It is pivotably supported about a pivot by a spherical portion of. The pivot members 4b, 4c are inserted into screw holes provided in the housing 5, and are fixed in predetermined positions by lock nuts 6. On the other hand, the pivot support member 4a that pivotally supports the bearing pad 3a located above the rotating shaft 1 is provided with a screw of the elastic member 7 so that the clearance a between the rotating shaft 1 and the bearing pad 3a can be adjusted to a preferable value during rotation. It is inserted through the resistor 7a and fixed by a lock nut 6. The elastic member 7 is attached to the housing 5 by a pressing plate 8 and bolts 9.
It is fastened and fixed.

Electromagnets 12, 12' formed by winding conductive wires around iron cores 10, 11 integrally fixed to the bearing pads 3b, 3c located substantially below the rotating shaft 1, respectively. and 1
3, 13' are provided. In this case, the respective polarities of the electromagnets 12, 12' and 13, 13' are the same as those of the permanent magnets 2, 2' fixed to the rotating shaft 1.
It is designed to generate a magnetic repulsion force against the magnetic field. That is, for example, if the polarity along the outer periphery of the permanent magnets 2, 2' is S pole and the polarity along the inner periphery is N pole, the radially inner magnetic pole of each electromagnet is S pole.
It is determined to be the ultimate. Furthermore, as is clear from FIG. 1, the electromagnets 12, 12' and 13,
13' has its magnetic action axis in the rotational direction A of the rotating shaft 1 with respect to the pivot axis of the bearing pads 3b and 3c, respectively.
It is arranged so as to pass through the position on the lagging side, that is, on the leading edge 3L side of the bearing pad.

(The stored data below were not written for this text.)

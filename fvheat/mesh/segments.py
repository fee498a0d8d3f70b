"""Which exterior faces of a mesh lie on a boundary segment.

A :class:`FaceLocator` sorts the boundary faces along x once, so each segment looks only
at the faces inside its own bounding box: meshing an outline of thousands of segments
costs about one pass over the boundary faces, not one pass per segment.
"""

from __future__ import annotations

from dataclasses import replace

import numpy as np

from fvheat.case.model import Case
from fvheat.errors import CaseError
from fvheat.mesh.geometry import segment_frame
from fvheat.mesh.mesh import Mesh

Segment = tuple[tuple[float, float], tuple[float, float]]


def face_reach(mesh: Mesh) -> np.ndarray:
    """Half the diagonal (m) of each boundary face's grid cell: how far a stepped face may
    lie from the sloped segment it belongs to."""
    if mesh.grid is None:
        return np.sqrt(mesh.volumes[mesh.b_cell])
    dx = np.diff(mesh.grid.x)
    dy = np.diff(mesh.grid.y)
    cols = np.searchsorted(mesh.grid.x, mesh.centres[mesh.b_cell, 0]) - 1
    rows = np.searchsorted(mesh.grid.y, mesh.centres[mesh.b_cell, 1]) - 1
    return 0.5 * np.hypot(dx[cols], dy[rows])


class FaceLocator:
    """The boundary faces of ``mesh`` sorted by the x of their centres, with their reach
    (:func:`face_reach`, m) and the mesh's coordinate tolerance (m)."""

    def __init__(self, mesh: Mesh):
        self.mesh = mesh
        self.reach = face_reach(mesh)
        self.tol = 1e-9 * max(float(np.ptp(mesh.centres)), 1.0)
        self.order = np.argsort(mesh.b_centre[:, 0], kind="stable")
        self.sorted_x = mesh.b_centre[self.order, 0]
        self.margin = float(self.reach.max(initial=0.0)) + self.tol

    def near(self, seg: Segment) -> np.ndarray:
        """Indices (sorted) of the boundary faces whose centre lies within the largest
        reach of the segment's bounding box: every face that can belong to it."""
        (x0, y0), (x1, y1) = seg
        m = self.margin
        lo, hi = np.searchsorted(self.sorted_x, [min(x0, x1) - m, max(x0, x1) + m])
        cand = self.order[lo:hi]
        y = self.mesh.b_centre[cand, 1]
        return np.sort(cand[(y >= min(y0, y1) - m) & (y <= max(y0, y1) + m)])


def segment_faces(locator: FaceLocator, seg: Segment) -> tuple[np.ndarray, np.ndarray, float]:
    """The exterior faces on segment ``seg`` ((x0, y0), (x1, y1)) m, their exchange
    fractions, and the fraction of the segment's length they cover (1 when the segment
    lies on the body's outline over its whole length). The first two are arrays over all
    boundary faces of the locator's mesh (a mask, and fractions that are 1 off the
    segment).

    On a grid-aligned segment a face belongs to it when its centre lies on the segment and
    it is parallel to it. On a sloped segment the body's edge is stepped: exterior faces
    whose centre lies within ``reach`` of the segment and that look out on the segment's
    outer side belong to it, with exchange fractions their projections |n_face · n_segment|
    scaled so the stepped faces sum to the segment's true length. On a mesh that follows
    the geometry (triangles) the faces lie on the segment itself.
    """
    mesh, tol = locator.mesh, locator.tol
    if mesh.vertex_centred:  # the mesh follows the geometry: faces lie on the segment
        from fvheat.mesh.triangles import exact_segment_faces

        return exact_segment_faces(mesh, seg, locator.near(seg), tol)
    nb = mesh.b_centre.shape[0]
    on_all, exch_all = np.zeros(nb, dtype=bool), np.ones(nb)
    cand = locator.near(seg)
    p0, p1 = np.asarray(seg[0], float), np.asarray(seg[1], float)
    c, nrm, area = mesh.b_centre[cand], mesh.b_normal[cand], mesh.b_area[cand]
    t, n, length = segment_frame(p0, p1)
    rel = c - p0
    along = rel @ t
    off = np.abs(rel @ n)
    proj = np.abs(nrm @ n)
    if abs(t[0]) < 1e-12 or abs(t[1]) < 1e-12:
        on = (off <= tol) & (along > tol) & (along < length - tol) & (proj > 0.5)
        on_all[cand] = on
        return on_all, exch_all, float(np.sum(area[on])) / length
    near = (off <= locator.reach[cand]) & (along > -tol) & (along < length + tol)
    # keep the faces looking out on the side the staircase faces mostly look to (not those
    # of a neighbouring straight edge at a shared corner); a full staircase's projections
    # sum to the segment's length
    side = nrm @ n
    outward = np.sign(np.sum(area[near] * side[near]))
    on = near & (side * outward > 0.0)
    total = float(np.sum(area[on] * proj[on]))
    on_all[cand] = on
    exch_all[cand] = proj * (length / total if total > 0 else 1.0)
    return on_all, exch_all, total / length


def attach_boundaries(case: Case, mesh: Mesh) -> Mesh:
    """Mark the exterior faces lying on each boundary's segments (:func:`segment_faces`),
    on either mesh.

    Raises :class:`CaseError` for a segment that lies on no exterior face and for a face
    that two boundaries claim.
    """
    bid = mesh.b_boundary.copy()
    exch = mesh.b_exchange.copy()
    locator = FaceLocator(mesh)
    for k, b in enumerate(case.boundaries):
        for e, seg in enumerate(b.edges):
            on, exch_e, _ = segment_faces(locator, seg)
            key = f"boundaries.{k}.edges.{e}"
            if not on.any():
                raise CaseError(
                    f"segment {_seg_text(seg)} lies on no exterior edge of the body "
                    "(check its coordinates against the regions)",
                    file=str(case.source),
                    key=key,
                )
            taken = on & (bid >= 0) & (bid != k)
            if taken.any():
                f = int(np.flatnonzero(taken)[0])
                other = case.boundaries[bid[f]].name
                x, y = mesh.b_centre[f]
                raise CaseError(
                    f"boundary {b.name!r} and boundary {other!r} both claim the exterior "
                    f"edge at ({x:.4g}, {y:.4g}) m ({int(taken.sum())} faces); a face can "
                    "have one condition only: shorten one of the segments",
                    file=str(case.source),
                    key=key,
                )
            bid[on] = k
            exch = np.where(on, exch_e, exch)
    return replace(mesh, b_boundary=bid, b_exchange=exch)


def _seg_text(seg: Segment) -> str:
    (x0, y0), (x1, y1) = seg
    return f"({x0:.6g}, {y0:.6g})–({x1:.6g}, {y1:.6g}) m"
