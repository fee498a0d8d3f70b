"""Conduction: face conductances, the conduction matrix and face heat flows."""

from __future__ import annotations

import numpy as np
import scipy.sparse as sp

from fvheat.mesh.mesh import Mesh


def face_conductance(mesh: Mesh, k: np.ndarray) -> np.ndarray:
    """Conductance of every interior face, W/(m·K) per metre depth.

    Two half-cells in series (harmonic mean): G = A / (d_o/k_o + d_n/k_n), with ``k`` the
    cell conductivities W/(m·K).
    """
    return mesh.face_area / (mesh.d_owner / k[mesh.owner] + mesh.d_neighbour / k[mesh.neighbour])


def conduction_matrix(mesh: Mesh, g: np.ndarray) -> sp.csr_matrix:
    """Symmetric matrix K (W/(m·K)) with (K·T)_i = Σ_faces G (T_i − T_j): heat leaving cell i.

    Assembled in one COO pass from the face arrays.
    """
    n = mesh.n_cells
    o, nb = mesh.owner, mesh.neighbour
    rows = np.concatenate([o, nb, o, nb])
    cols = np.concatenate([o, nb, nb, o])
    vals = np.concatenate([g, g, -g, -g])
    return sp.coo_matrix((vals, (rows, cols)), shape=(n, n)).tocsr()


def face_flux(mesh: Mesh, g: np.ndarray, t: np.ndarray) -> np.ndarray:
    """Heat flow across each interior face from owner to neighbour, W/m."""
    return g * (t[mesh.owner] - t[mesh.neighbour])
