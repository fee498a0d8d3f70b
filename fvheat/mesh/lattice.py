"""Seed points of a triangle mesh: a hexagonal lattice wherever the size function allows
edges of the lattice's spacing.

Delaunay refinement alone (``triangle`` inserting Steiner points until every triangle meets
the area bound) leaves irregular triangles of about half the bound's area, with nodes of
five to eight neighbours. Seeded with the nodes of a hexagonal lattice away from every
constraint, the triangulation is equilateral there and the refinement works only along
outlines and near corners. Measured on the benchmark section (``scripts/bench.py
--triangles 200000``, same node count): triangulation 0.5 → 0.12 s, and Ruge–Stüben
AMG-CG needs 18 iterations instead of 33 on the regular P1 matrix (its off-diagonals are
equal and negative away from the outlines: nearly an M-matrix, like the grid's).
"""

from __future__ import annotations

from collections.abc import Callable

import numpy as np
from scipy.spatial import cKDTree

from fvheat.mesh.triangle_sizes import NearPoints

#: lattice spacing as a fraction of the largest edge. Delaunay refinement to the area of
#: an equilateral triangle of edge h made about 1.8 nodes per h² (measured on the
#: benchmark section); a hexagonal lattice of spacing s has 2/(√3·s²) nodes per area, the
#: same count at s = 0.8·h. Every lattice edge is then below the largest edge, as
#: ``max_cell`` asks, and the node count (and the cost) is what it was.
SPACING = 0.8
#: lattice points closer than this many spacings to a constraint (outline, boundary
#: segment, cut, probe) are left out; triangle then fills the band along it
CLEARANCE = 0.5
#: no lattice when the graph's box is more than this many times the body's area
BOX_RATIO = 8.0


def hex_lattice(lo: np.ndarray, hi: np.ndarray, spacing: float) -> np.ndarray:
    """Nodes (n, 2) m of a hexagonal lattice of ``spacing`` (m) covering the box ``lo``–``hi``
    (rows along x, every other row shifted by half a spacing)."""
    dy = spacing * np.sqrt(3.0) / 2.0
    ys = lo[1] + dy * np.arange(int(np.ceil((hi[1] - lo[1]) / dy)) + 1)
    xs = lo[0] + spacing * np.arange(int(np.ceil((hi[0] - lo[0]) / spacing)) + 1)
    x = xs[None, :] + (np.arange(len(ys)) % 2)[:, None] * (0.5 * spacing)
    y = np.broadcast_to(ys[:, None], x.shape)
    return np.column_stack([x.ravel(), y.ravel()])


def seed_points(
    vertices: np.ndarray,
    segments: np.ndarray,
    spacing: float,
    inside: Callable[[np.ndarray], np.ndarray],
    size: Callable[[np.ndarray], np.ndarray],
    body: float,
    others: np.ndarray | None = None,
) -> np.ndarray:
    """Lattice nodes (n, 2) m of ``spacing`` (m) to add to the graph ``vertices`` (m),
    ``segments`` (index pairs): those that ``inside`` accepts (on the meshed body), at least
    :data:`CLEARANCE` spacings from every segment and vertex (and point of ``others``,
    (k, 2) m, nodes placed otherwise), and where the size function
    ``size`` (m) is at its largest (``spacing`` / :data:`SPACING`): nearer a corner,
    refinement grades the mesh. None when the lattice over the graph's box would have more
    than :data:`BOX_RATIO` times the nodes of one over the ``body``'s area (m², a thin
    sloped part in a large box): triangle then refines without seeds."""
    if len(vertices) == 0 or spacing <= 0.0:
        return np.zeros((0, 2))
    lo, hi = vertices.min(axis=0), vertices.max(axis=0)
    if float(np.prod(hi - lo + spacing)) > BOX_RATIO * body:
        return np.zeros((0, 2))
    pts = hex_lattice(lo, hi, spacing)
    keep = np.asarray(size(pts)) >= spacing / SPACING * (1.0 - 1e-9)
    pts = pts[keep]
    pts = pts[inside(pts)]
    if len(pts) == 0:
        return pts
    # the constraints as points at most half a gap apart: a lattice point within a gap
    # of a sample lies within a gap of the constraint, and one within 0.96 gap of a
    # segment lies within a gap of a sample (a k-d tree query, O(n log m))
    gap = CLEARANCE * spacing
    samples = [vertices] if others is None else [vertices, others]
    if len(segments):
        a, b = vertices[segments[:, 0]], vertices[segments[:, 1]]
        count = np.ceil(np.hypot(*(b - a).T) / (0.5 * gap)).astype(np.int64) + 1
        seg = np.repeat(np.arange(len(segments)), count)
        first = np.cumsum(count) - count
        u = (np.arange(int(count.sum())) - first[seg]) / (count[seg] - 1)
        samples.append(a[seg] + u[:, None] * (b - a)[seg])
    every = np.concatenate(samples)
    # most lattice points are far from every constraint: a raster leaves them out first
    near = np.flatnonzero(NearPoints(every, gap)(pts))
    d, _ = cKDTree(every).query(pts[near], distance_upper_bound=gap)
    return np.delete(pts, near[np.isfinite(d)], axis=0)
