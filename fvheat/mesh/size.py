"""How large a grid will be, known before it is allocated, and the ``[mesh] max_cells``
limit.

The count comes from the planned 1-D grid lines (:class:`~fvheat.mesh.grading.LinePlan`):
columns × rows of the rectilinear grid, which is also the size of the 2-D arrays the mesher
paints, so a mesh beyond the limit is refused before any of them exists.
"""

from __future__ import annotations

from fvheat.case.model import Case
from fvheat.errors import CaseError

#: bytes per grid cell of a steady run (AMG-CG): peak resident memory of ``fvheat run
#: --no-plots`` on cases/balcony_slab.toml at 317 000 and 599 000 cells grew by 0.94 kB per
#: cell (measured with /usr/bin/time on this project's machine, not a general figure)
STEADY_BYTES_PER_CELL = 1000
#: bytes per grid cell of a transient run (sparse LU kept for the time steps): 2.2 kB per
#: cell on cases/wall_daily_cycle.toml at 195 000 cells (measured as above); the LU's fill
#: grows a little faster than the cell count
TRANSIENT_BYTES_PER_CELL = 2500


def memory_text(cells: int, transient: bool) -> str:
    """'about 2.1 GB' of memory a run on ``cells`` cells needs (rough, see the constants)."""
    per = TRANSIENT_BYTES_PER_CELL if transient else STEADY_BYTES_PER_CELL
    size = cells * per
    if size >= 1e9:
        return f"about {size / 1e9:.2g} GB"
    return f"about {max(size / 1e6, 1):.0f} MB"


def _round_up(n: int) -> int:
    """``n`` rounded up to two significant digits (a limit to suggest)."""
    digits = max(len(str(n)) - 2, 0)
    step = 10**digits
    return -(-n // step) * step


def check_grid_size(
    case: Case, columns: int, rows: int, *, refined: bool = False, at_most: int | None = None
) -> None:
    """Raise :class:`CaseError` (key ``mesh.max_cells``) when a grid of ``columns`` ×
    ``rows`` cells exceeds the case's ``[mesh] max_cells``; ``refined``: the grid check's
    refined grid (the message then offers to leave the grid check out); ``at_most``: the
    most cells the refinement at re-entrant corners could make of it (the limit the
    message suggests)."""
    cells = columns * rows
    limit = case.mesh.max_cells
    if cells <= limit:
        return
    s = case.mesh
    what = "the grid check's refined grid (every cell size halved)" if refined else "the grid"
    suggest = _round_up(max(cells, at_most or 0))
    upto = ""
    if at_most is not None and at_most > cells:
        upto = f", up to {at_most:,} with the finer cells at re-entrant corners"
    raise CaseError(
        f"{what} would have {cells:,} cells ({columns:,} columns × {rows:,} rows{upto}; "
        f"{memory_text(cells, case.transient)} of memory{' or more' if upto else ''}), "
        f"more than max_cells = {limit:,}: "
        f"give larger cells (max_cell = {s.max_cell:g} m, min_cell = {s.min_cell:g} m, "
        f"corner cells {s.corner_size:g} m)"
        + (", run without the grid check (--no-grid-check)" if refined else "")
        + f", or raise the limit (--set mesh.max_cells={suggest}) if the machine has the memory",
        file=str(case.source),
        key="mesh.max_cells",
    )


def check_node_count(case: Case, nodes: int, *, refined: bool = False) -> None:
    """Raise :class:`CaseError` (key ``mesh.max_cells``) when a triangle mesh of ``nodes``
    control volumes (one per node) exceeds the case's ``[mesh] max_cells``; ``refined``:
    the grid check's refined mesh (about four nodes for each one)."""
    limit = case.mesh.max_cells
    if nodes <= limit:
        return
    what = (
        "the grid check's refined mesh (every triangle split in four)"
        if refined
        else ("the triangle mesh")
    )
    s = case.mesh
    raise CaseError(
        f"{what} would have about {nodes:,} nodes ({memory_text(nodes, case.transient)} of "
        f"memory), more than max_cells = {limit:,}: give larger cells (max_cell = "
        f"{s.max_cell:g} m, min_cell = {s.min_cell:g} m)"
        + (", run without the grid check (--no-grid-check)" if refined else "")
        + f", or raise the limit (--set mesh.max_cells={_round_up(nodes)}) if the machine "
        "has the memory",
        file=str(case.source),
        key="mesh.max_cells",
    )
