"""Meshes: the face-array description and the generators that build it."""

from fvheat.mesh.mesh import Mesh, RectGrid
from fvheat.mesh.select import build_mesh

__all__ = ["Mesh", "RectGrid", "build_mesh"]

3 and 4 are schematic cross-sectional views of a second embodiment of the tailing pad type gas bearing structure according to the present invention, and are cross-sectional views and cross-sectional views corresponding to FIGS. 1 and 2, respectively. FIG. In these figures, the same parts as those shown in FIGS. 1 and 2 are designated by the same reference numerals as those shown in FIGS. 1 and 2. In this second embodiment, in addition to the configuration of the first embodiment described above, the bearing pad 3a located above the rotating shaft 1 also has the same structure as the electromagnets 12, 12' and 13, 13'. Electromagnets 15, 15' are provided. These electromagnets 15, 15', like the electromagnets described above, have their magnetic poles determined so as to generate a magnetic repulsive force against the permanent magnet fixed to the rotating shaft 1, and their magnetic action axes coincide with the axis of the bearing pad 3a. On the other hand, it is configured to pass through a position on the lagging side as viewed in the rotational direction A of the rotating shaft 1, that is, a position on the leading edge 3L side of the bearing pad.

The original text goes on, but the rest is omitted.